▶ PROBLEM STATEMENT
Your answer should consist of the lines in the following data that contain "sources".

Collected data entries:
_ _ _ _

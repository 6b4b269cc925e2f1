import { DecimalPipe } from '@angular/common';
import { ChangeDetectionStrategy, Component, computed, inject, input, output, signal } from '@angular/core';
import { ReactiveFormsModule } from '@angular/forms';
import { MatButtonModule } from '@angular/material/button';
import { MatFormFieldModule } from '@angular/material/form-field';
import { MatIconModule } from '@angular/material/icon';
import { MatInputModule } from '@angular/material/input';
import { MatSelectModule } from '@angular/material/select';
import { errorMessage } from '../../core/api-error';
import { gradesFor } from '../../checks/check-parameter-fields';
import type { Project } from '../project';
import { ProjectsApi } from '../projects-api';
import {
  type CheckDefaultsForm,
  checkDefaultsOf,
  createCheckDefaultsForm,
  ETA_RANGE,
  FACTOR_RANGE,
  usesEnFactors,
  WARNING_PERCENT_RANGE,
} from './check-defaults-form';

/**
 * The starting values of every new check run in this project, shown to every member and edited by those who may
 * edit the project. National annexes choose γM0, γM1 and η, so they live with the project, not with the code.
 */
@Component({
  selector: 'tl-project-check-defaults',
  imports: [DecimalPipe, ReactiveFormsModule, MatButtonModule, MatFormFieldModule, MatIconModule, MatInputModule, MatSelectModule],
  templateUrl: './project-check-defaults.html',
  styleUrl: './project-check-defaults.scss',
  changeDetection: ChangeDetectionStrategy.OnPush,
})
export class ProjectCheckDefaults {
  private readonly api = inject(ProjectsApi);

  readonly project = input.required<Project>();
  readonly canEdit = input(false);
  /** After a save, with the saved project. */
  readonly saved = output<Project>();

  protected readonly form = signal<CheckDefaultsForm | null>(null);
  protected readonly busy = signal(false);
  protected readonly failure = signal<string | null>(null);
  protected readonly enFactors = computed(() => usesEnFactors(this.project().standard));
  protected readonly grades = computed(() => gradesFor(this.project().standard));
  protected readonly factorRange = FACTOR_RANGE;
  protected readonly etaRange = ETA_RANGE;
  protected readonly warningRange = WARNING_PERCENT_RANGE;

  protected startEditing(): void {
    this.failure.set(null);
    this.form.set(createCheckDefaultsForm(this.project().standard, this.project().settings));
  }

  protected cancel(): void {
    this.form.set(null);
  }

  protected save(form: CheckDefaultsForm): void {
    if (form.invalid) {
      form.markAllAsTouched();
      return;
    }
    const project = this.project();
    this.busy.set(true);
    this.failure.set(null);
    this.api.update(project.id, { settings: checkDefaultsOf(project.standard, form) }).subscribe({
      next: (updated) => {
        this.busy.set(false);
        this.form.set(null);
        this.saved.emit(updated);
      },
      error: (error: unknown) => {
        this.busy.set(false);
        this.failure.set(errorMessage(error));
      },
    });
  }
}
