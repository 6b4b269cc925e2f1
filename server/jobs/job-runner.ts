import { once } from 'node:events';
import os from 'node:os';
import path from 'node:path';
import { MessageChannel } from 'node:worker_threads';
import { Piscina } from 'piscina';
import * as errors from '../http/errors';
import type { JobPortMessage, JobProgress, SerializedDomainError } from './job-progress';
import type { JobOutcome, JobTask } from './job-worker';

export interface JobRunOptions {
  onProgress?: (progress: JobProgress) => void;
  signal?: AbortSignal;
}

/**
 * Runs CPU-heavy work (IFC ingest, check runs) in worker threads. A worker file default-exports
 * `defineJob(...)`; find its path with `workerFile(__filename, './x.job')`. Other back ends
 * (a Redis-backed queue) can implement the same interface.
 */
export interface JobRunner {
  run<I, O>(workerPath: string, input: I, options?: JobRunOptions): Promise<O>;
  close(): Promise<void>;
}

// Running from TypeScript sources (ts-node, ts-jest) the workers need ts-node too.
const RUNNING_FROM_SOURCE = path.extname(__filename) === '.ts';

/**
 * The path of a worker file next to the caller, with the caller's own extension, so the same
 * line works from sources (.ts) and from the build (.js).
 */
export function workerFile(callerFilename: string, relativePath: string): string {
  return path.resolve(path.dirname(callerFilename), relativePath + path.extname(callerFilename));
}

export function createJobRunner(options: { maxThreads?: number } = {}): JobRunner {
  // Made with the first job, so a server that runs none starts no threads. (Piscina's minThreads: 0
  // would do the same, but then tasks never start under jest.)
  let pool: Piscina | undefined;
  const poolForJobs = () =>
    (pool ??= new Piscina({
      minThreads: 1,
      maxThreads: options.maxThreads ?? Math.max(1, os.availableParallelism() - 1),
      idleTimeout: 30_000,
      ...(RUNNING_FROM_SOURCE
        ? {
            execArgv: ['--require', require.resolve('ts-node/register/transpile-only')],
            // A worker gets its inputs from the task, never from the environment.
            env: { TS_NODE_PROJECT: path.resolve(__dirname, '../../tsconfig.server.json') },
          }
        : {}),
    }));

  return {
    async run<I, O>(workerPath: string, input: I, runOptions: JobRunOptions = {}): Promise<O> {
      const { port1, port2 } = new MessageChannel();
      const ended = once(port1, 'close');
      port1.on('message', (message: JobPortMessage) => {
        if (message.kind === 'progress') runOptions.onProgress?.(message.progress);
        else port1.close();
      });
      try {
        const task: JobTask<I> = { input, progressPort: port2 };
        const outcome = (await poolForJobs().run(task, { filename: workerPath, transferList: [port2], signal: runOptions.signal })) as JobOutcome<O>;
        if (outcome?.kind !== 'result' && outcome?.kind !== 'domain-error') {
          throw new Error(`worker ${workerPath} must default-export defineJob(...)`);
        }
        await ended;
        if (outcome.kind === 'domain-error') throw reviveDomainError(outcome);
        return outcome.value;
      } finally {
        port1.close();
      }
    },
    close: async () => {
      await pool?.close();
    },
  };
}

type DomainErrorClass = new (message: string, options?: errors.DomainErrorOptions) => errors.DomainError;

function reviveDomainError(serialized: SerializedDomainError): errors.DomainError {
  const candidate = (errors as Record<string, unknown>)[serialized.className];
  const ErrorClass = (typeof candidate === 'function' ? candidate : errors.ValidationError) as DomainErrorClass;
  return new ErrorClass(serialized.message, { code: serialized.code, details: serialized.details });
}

_ _ _ _

▶ WRITTEN SOLUTION
// Running from TypeScript sources (ts-node, ts-jest) the workers need ts-node too.
 * line works from sources (.ts) and from the build (.js).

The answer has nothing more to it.